* **PROVIDED RECORDS**:
@dataclass(frozen=True)
class RunSettings:
    """Every setting a forecast run takes (field units).

    Parameters
    ----------
    econ_limit_bopd : float, optional
        Economic limit as an oil rate. [bbl/d] Give this *or* the economic inputs below;
        with neither, :data:`DEFAULT_ECON_LIMIT_BOPD` is used.
    econ_limit_mcfd : float, optional
        Economic limit of gas and condensate wells, which are forecast on their gas decline
        (:func:`gas_limits_mcfd`). [Mcf/d] Default: from the prices when given, else
        :data:`DEFAULT_ECON_LIMIT_MCFD`.
    oil_price : float, optional
        Oil price. [$/bbl]
    gas_price : float, optional
        Gas price, credited per barrel of oil at the well's recent GOR when given. [$/Mcf]
    opex_per_month : float, optional
        Gross (8/8ths) operating cost per well and month. [$/month]
    nri : float, optional
        Net revenue interest, fraction in (0, 1]. [-]
    wi : float, optional
        Working interest, fraction in (0, 1]; default 1. [-]
    severance_tax : float, optional
        Severance / production tax as a fraction of revenue, in [0, 1); default 0. [-]
    as_of : month, optional
        Forecast as of this month (``"2024-06"``): later production is ignored. Default the
        last month in the data.
    b_max : float, optional
        Upper bound of the Arps b-factor, in (0, 2]; default 2. [-]
    terminal_decline : float, optional
        Terminal decline, effective annual, in (0, 1); default 0.06. [1/yr]
    horizon_years : float, optional
        Forecast horizon cap after the as-of month; default 50. [yr]
    workers : int, optional
        Worker processes for the fits; ``None`` lets the decline engine choose.
    units : {"field", "metric"}, optional
        Unit system of the *input* file (outputs are always field units). Default "field".
    unit_column : str, optional
        Name of the input column holding the reservoir unit. Default: recognised by the loader.
    samples : int, optional
        Bootstrap samples per well for the P90/P50/P10 forecasts
        (:func:`core.probabilistic.probabilistic_field`); 0 (default) turns them off, else
        20 to 100,000.
    seed : int, optional
        Seed of the probabilistic forecasts (a well's samples depend only on seed and well
        id). Default 0.
    scheduler : str, optional
        Where the probabilistic chunks run: None (default) in this process, ``"local"`` a
        local Dask cluster, or a Dask scheduler address (``tcp://host:8786``). Results are
        the same.
    """

    econ_limit_bopd: float | None = None
    econ_limit_mcfd: float | None = None
    oil_price: float | None = None
    gas_price: float | None = None
    opex_per_month: float | None = None
    nri: float | None = None
    wi: float = 1.0
    severance_tax: float = 0.0
    as_of: pd.Timestamp | str | None = None
    b_max: float = 2.0
    terminal_decline: float = DEFAULT_TERMINAL_DECLINE
    horizon_years: float = DEFAULT_HORIZON_YEARS
    workers: int | None = None
    units: str = "field"
    unit_column: str | None = None
    samples: int = 0
    seed: int = 0
    scheduler: str | None = None

    def __post_init__(self) -> None:
        # normalise and validate once; errors are InputError (a ValueError) with one message
        object.__setattr__(self, "as_of", _month(self.as_of, "as_of"))
        for name in ("econ_limit_bopd", "econ_limit_mcfd", "oil_price", "gas_price", "opex_per_month", "nri",
                     "wi", "severance_tax", "b_max", "terminal_decline", "horizon_years", "workers"):
            value = getattr(self, name)
            if value is None and name not in ("wi", "severance_tax", "b_max", "terminal_decline", "horizon_years"):
                continue
            if isinstance(value, bool) or not isinstance(value, (int, float, np.integer, np.floating)):
                raise InputError(f"{name} must be a number, got {value!r}")
        try:
            check_range("b_max", self.b_max, 0.0, 2.0, lo_open=True)
            check_range("terminal_decline", self.terminal_decline, 0.0, 1.0, unit="1/yr (effective annual)", lo_open=True, hi_open=True)
            check_range("horizon_years", self.horizon_years, 0.0, 200.0, unit="yr", lo_open=True)
            check_range("wi", self.wi, 0.0, 1.0, lo_open=True)
            check_range("severance_tax", self.severance_tax, 0.0, 1.0, hi_open=True)
            if self.econ_limit_mcfd is not None:
                check_range("econ_limit_mcfd", self.econ_limit_mcfd, 0.0, None, unit="Mcf/d", lo_open=True)
            if self.workers is not None:
                if isinstance(self.workers, bool) or int(self.workers) != self.workers:
                    raise InputError(f"workers must be a whole number of processes, got {self.workers!r}")
                check_range("workers", self.workers, 1, 512)
            econ = [self.oil_price, self.opex_per_month, self.nri]
            if self.econ_limit_bopd is not None:
                check_range("econ_limit_bopd", self.econ_limit_bopd, 0.0, None, unit="bbl/d", lo_open=True)
                if any(v is not None for v in econ + [self.gas_price]):
                    raise InputError(
                        "give either econ_limit_bopd or the economic inputs (oil_price, "
                        "opex_per_month, nri), not both"
                    )
            elif any(v is not None for v in econ + [self.gas_price]):
                missing = [n for n, v in zip(("oil_price", "opex_per_month", "nri"), econ) if v is None]
                if missing:
                    raise InputError(
                        "the economic limit from prices needs oil_price, opex_per_month and nri; "
                        f"missing: {', '.join(missing)}"
                    )
                check_range("oil_price", self.oil_price, 0.0, None, unit="$/bbl", lo_open=True)
                check_range("opex_per_month", self.opex_per_month, 0.0, None, unit="$/month")
                check_range("nri", self.nri, 0.0, 1.0, lo_open=True)
                if self.gas_price is not None:
                    check_range("gas_price", self.gas_price, 0.0, None, unit="$/Mcf")
        except InputError:
            raise
        except ValueError as exc:
            raise InputError(str(exc)) from exc
        if self.units not in ("field", "metric"):
            raise InputError(f"units must be 'field' or 'metric', got {self.units!r}")
        for name in ("samples", "seed"):
            v = getattr(self, name)
            if isinstance(v, bool) or not isinstance(v, (int, np.integer)):
                raise InputError(f"{name} must be a whole number, got {v!r}")
        if self.samples != 0 and not 20 <= self.samples <= 100_000:
            raise InputError(f"samples must be 0 (off) or from 20 to 100,000, got {self.samples}")
        if self.seed < 0:
            raise InputError(f"seed must be 0 or more, got {self.seed}")
        if self.scheduler is not None and (not isinstance(self.scheduler, str) or not self.scheduler.strip()):
            raise InputError(f"scheduler must be 'local' or a Dask scheduler address, got {self.scheduler!r}")

    @property
    def uses_economics(self) -> bool:
        """True when the economic limit comes from prices and costs."""
        return self.econ_limit_bopd is None and self.oil_price is not None

    def as_dict(self) -> dict[str, Any]:
        """Settings as plain values (as-of month as ``YYYY-MM``), for records and cover sheets."""
        d = dataclasses.asdict(self)
        d["as_of"] = None if self.as_of is None else self.as_of.strftime("%Y-%m")
        return d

* **BRIEF**: Return exactly the run of lines that opens with the one containing "def as_dict(self) ->" and closes with the last line of the records above.

* **PROBLEM SOLUTION**:
    def as_dict(self) -> dict[str, Any]:
        """Settings as plain values (as-of month as ``YYYY-MM``), for records and cover sheets."""
        d = dataclasses.asdict(self)
        d["as_of"] = None if self.as_of is None else self.as_of.strftime("%Y-%m")
        return d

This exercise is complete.